— Work order —
Look for the word "analysis" in the entries and copy every line where it shows up.

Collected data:
▼
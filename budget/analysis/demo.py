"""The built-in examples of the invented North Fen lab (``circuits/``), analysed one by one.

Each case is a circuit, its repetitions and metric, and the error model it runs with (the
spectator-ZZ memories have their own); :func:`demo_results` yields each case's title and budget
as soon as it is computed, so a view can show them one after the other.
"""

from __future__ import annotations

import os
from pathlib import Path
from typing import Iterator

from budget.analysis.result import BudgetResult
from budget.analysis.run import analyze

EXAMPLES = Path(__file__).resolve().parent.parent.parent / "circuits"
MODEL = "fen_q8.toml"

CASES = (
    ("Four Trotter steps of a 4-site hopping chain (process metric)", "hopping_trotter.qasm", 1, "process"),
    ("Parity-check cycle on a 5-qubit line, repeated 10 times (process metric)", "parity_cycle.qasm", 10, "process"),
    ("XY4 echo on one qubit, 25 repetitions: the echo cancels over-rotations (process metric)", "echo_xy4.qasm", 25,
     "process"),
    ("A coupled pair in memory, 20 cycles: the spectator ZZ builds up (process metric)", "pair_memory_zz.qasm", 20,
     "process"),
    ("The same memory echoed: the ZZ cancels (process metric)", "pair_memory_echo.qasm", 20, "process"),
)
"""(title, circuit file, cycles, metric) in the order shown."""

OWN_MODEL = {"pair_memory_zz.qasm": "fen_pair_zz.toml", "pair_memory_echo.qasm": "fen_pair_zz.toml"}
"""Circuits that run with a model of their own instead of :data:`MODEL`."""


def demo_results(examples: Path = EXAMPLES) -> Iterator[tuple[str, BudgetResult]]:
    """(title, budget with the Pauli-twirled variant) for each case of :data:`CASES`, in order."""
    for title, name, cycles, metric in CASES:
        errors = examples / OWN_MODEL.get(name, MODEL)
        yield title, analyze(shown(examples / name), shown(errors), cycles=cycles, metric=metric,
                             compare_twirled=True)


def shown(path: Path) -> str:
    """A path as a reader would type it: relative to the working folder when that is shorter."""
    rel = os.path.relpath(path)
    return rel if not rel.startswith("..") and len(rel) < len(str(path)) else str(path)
▲
▼
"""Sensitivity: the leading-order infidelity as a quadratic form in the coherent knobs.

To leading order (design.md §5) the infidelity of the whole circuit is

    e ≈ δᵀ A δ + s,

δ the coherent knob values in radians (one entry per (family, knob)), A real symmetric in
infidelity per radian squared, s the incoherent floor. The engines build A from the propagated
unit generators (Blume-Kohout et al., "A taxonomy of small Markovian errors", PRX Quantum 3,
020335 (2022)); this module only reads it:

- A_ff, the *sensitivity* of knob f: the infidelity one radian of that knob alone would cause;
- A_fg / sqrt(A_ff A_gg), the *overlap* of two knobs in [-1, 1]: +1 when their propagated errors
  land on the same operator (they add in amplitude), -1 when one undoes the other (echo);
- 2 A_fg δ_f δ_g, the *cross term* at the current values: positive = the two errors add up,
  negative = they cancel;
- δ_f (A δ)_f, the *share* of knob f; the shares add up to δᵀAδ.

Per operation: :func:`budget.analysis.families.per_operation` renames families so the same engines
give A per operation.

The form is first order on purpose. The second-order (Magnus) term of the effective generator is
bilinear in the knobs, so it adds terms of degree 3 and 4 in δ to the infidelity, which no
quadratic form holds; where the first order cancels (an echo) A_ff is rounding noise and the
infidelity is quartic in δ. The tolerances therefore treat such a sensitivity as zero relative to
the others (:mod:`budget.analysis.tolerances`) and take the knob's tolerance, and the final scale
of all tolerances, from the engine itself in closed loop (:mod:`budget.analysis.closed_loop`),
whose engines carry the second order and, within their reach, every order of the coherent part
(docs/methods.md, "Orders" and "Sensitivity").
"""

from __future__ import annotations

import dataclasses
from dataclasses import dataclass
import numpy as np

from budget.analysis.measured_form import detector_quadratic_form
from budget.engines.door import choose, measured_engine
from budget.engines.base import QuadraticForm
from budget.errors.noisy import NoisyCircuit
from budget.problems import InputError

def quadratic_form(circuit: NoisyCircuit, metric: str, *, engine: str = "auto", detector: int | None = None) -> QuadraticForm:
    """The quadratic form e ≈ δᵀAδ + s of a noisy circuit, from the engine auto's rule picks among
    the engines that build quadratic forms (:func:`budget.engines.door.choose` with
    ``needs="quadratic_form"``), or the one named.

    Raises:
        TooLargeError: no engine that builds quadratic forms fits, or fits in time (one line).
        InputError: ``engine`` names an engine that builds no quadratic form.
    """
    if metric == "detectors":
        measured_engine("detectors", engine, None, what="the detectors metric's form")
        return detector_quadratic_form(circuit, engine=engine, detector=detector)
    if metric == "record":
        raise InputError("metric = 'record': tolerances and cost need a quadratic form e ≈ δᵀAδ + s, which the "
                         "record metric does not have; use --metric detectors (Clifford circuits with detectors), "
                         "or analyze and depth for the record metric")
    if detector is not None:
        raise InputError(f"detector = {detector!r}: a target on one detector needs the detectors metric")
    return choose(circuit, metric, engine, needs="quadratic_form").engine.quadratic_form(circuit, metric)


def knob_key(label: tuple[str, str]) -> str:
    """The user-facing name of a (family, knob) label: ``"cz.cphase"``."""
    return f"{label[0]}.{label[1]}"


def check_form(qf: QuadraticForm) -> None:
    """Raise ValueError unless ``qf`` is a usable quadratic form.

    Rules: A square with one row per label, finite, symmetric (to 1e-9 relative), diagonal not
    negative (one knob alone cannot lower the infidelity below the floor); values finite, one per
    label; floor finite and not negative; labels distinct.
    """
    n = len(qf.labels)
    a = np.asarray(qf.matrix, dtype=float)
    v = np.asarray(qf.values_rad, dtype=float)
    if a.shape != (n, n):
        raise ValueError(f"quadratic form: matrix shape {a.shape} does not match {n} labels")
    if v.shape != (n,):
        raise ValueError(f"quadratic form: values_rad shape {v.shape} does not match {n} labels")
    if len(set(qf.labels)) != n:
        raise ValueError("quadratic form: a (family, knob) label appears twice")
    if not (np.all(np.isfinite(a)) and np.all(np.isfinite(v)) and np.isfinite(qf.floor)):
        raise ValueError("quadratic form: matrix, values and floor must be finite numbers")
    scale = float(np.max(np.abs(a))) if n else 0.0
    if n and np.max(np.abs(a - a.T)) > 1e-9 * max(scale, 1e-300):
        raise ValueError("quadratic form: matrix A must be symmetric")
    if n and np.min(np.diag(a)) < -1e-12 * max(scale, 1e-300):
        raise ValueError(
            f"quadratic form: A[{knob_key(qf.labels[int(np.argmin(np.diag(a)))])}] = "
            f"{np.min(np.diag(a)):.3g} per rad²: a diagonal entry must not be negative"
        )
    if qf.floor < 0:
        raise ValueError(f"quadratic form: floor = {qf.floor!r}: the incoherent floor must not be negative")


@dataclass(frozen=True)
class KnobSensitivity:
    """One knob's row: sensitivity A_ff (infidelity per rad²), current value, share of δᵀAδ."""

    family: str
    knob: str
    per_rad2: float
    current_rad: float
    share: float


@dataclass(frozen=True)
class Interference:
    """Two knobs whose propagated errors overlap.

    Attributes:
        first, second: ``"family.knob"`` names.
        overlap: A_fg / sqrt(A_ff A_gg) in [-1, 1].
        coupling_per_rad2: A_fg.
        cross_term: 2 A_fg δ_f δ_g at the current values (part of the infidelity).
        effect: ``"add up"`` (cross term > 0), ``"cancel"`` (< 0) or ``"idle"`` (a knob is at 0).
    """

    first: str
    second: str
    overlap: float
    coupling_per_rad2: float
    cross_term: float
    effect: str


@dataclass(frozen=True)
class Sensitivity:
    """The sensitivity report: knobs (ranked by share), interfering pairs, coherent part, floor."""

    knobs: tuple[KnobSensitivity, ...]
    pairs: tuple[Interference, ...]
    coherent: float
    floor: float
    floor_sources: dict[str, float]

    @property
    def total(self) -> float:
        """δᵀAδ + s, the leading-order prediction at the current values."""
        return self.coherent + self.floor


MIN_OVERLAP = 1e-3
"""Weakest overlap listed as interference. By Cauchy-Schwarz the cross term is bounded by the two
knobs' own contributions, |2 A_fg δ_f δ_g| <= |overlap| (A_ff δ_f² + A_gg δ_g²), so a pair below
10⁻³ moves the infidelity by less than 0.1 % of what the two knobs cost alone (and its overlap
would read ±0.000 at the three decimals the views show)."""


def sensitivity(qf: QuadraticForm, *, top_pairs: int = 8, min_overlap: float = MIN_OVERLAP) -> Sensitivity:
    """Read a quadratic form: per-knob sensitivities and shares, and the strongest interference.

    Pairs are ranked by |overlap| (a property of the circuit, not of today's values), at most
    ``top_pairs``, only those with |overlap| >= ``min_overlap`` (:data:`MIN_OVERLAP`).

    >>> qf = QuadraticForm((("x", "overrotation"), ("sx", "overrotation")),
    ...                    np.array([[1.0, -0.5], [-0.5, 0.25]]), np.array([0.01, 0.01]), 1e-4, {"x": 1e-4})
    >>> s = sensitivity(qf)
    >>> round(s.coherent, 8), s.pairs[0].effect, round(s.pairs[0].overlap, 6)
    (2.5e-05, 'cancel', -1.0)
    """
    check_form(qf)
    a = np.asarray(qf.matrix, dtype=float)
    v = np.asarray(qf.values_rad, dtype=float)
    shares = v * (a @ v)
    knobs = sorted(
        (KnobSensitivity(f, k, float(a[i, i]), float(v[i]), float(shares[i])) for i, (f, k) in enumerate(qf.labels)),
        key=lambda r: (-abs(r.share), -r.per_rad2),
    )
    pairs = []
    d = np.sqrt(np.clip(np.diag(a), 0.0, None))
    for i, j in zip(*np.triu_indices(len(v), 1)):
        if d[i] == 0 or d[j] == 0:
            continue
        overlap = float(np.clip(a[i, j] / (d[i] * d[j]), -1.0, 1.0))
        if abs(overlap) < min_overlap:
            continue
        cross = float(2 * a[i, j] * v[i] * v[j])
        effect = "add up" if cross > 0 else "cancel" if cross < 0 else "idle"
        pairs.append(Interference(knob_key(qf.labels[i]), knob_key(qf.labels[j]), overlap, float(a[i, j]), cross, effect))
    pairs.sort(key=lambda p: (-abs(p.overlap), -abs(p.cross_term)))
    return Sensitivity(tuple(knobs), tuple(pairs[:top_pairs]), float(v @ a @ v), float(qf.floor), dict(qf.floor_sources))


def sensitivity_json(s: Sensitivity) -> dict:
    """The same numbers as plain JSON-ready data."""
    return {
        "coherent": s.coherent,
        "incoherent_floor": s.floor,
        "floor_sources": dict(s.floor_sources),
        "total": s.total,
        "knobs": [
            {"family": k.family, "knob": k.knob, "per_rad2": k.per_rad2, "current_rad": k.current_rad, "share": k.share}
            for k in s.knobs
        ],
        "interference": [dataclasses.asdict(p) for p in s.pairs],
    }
▲
▼
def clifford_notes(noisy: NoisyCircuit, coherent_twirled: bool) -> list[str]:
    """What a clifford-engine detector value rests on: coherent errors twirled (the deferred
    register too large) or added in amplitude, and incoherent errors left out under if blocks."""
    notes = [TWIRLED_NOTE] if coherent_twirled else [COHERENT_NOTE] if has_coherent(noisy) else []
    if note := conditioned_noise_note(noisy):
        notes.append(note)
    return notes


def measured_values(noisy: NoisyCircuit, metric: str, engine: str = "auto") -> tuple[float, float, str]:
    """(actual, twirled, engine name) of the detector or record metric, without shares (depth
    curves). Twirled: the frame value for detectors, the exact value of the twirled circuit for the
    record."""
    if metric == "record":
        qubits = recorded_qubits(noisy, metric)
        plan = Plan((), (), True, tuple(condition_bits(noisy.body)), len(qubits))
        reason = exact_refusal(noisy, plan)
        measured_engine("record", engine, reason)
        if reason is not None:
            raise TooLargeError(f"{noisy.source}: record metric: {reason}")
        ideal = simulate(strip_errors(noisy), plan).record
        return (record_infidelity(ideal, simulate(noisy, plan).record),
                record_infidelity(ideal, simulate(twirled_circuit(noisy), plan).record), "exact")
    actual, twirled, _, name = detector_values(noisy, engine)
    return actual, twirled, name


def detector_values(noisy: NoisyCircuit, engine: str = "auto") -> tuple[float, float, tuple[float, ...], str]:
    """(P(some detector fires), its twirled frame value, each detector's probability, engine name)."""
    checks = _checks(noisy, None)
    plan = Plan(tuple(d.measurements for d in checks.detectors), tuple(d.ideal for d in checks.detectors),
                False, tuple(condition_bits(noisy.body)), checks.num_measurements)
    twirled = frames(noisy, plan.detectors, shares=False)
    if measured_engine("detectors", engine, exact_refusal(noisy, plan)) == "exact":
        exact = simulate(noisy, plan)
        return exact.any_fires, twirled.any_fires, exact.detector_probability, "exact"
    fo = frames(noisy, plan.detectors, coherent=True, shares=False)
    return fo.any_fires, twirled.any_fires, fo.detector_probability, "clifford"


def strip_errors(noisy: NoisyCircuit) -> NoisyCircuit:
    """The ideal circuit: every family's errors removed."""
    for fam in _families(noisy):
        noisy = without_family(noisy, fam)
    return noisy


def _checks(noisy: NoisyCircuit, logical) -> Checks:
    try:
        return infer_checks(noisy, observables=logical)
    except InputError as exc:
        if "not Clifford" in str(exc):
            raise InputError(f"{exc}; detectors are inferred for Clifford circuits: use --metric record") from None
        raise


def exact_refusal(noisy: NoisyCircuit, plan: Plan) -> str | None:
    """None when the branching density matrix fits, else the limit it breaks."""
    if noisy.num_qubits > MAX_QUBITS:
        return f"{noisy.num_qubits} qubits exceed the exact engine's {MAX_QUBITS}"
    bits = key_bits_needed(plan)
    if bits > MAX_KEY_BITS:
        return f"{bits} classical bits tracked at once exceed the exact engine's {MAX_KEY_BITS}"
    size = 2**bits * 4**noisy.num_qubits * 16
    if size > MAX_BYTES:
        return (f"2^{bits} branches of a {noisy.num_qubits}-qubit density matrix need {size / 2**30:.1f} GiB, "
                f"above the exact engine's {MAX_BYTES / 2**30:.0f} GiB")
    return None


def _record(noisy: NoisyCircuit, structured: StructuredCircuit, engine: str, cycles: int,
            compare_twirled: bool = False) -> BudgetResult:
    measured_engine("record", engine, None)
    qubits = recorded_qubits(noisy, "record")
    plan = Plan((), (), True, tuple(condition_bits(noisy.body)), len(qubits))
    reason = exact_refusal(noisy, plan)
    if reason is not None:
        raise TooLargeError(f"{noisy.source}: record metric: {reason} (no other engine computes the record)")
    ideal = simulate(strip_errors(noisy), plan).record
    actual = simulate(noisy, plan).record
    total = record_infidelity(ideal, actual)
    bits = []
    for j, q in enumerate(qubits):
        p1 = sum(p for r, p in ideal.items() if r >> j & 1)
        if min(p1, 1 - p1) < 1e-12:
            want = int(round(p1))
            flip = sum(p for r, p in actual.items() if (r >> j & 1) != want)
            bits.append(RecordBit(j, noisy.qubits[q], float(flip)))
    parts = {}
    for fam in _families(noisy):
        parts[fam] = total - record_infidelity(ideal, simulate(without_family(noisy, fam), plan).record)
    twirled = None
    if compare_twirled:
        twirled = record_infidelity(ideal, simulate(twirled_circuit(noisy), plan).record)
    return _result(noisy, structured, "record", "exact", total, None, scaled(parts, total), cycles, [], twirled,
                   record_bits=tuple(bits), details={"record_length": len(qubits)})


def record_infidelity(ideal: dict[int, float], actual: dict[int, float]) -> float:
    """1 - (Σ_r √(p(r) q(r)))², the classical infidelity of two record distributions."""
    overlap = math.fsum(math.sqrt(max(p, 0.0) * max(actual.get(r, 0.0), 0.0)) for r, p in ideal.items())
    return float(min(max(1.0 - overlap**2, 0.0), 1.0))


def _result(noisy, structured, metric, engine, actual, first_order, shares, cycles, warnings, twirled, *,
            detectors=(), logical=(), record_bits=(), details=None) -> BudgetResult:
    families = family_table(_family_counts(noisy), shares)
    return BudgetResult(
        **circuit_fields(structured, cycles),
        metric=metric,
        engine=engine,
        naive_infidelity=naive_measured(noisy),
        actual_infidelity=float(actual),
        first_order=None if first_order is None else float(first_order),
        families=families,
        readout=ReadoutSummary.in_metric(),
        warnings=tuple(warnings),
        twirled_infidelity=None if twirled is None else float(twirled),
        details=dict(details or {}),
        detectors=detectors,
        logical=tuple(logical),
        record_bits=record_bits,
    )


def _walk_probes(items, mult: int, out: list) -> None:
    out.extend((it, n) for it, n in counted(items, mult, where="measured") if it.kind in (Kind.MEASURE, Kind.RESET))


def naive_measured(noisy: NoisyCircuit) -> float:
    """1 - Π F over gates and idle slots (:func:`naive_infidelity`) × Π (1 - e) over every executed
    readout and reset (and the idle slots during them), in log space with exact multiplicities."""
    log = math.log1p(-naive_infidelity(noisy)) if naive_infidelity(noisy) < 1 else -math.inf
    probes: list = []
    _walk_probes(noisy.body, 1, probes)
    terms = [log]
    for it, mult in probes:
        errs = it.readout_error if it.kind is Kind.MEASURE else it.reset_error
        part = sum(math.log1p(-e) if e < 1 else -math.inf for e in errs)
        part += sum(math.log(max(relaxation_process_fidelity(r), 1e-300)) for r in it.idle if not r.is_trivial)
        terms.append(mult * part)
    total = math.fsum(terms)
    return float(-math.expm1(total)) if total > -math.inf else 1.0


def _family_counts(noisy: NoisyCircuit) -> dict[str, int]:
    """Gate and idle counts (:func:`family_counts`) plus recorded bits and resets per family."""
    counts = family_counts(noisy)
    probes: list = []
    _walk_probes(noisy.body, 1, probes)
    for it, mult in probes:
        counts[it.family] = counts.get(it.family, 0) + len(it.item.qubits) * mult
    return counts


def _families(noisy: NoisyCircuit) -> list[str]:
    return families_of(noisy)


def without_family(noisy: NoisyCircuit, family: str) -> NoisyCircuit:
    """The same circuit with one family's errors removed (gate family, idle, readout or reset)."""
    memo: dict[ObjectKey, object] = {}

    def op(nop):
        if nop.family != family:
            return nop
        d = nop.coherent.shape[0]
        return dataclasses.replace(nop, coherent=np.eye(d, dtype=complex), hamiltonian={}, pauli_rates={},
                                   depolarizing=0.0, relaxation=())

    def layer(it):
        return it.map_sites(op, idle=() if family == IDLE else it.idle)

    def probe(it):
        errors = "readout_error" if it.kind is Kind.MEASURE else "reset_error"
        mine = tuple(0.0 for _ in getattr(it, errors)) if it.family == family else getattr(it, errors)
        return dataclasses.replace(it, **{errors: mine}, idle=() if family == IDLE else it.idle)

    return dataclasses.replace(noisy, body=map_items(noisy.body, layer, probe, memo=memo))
▲
— Result —
filename budget/analysis/demo.py
from budget.analysis.result import BudgetResult
from budget.analysis.run import analyze
Per operation: :func:`budget.analysis.families.per_operation` renames families so the same engines
the others (:mod:`budget.analysis.tolerances`) and take the knob's tolerance, and the final scale
of all tolerances, from the engine itself in closed loop (:mod:`budget.analysis.closed_loop`),
from budget.analysis.measured_form import detector_quadratic_form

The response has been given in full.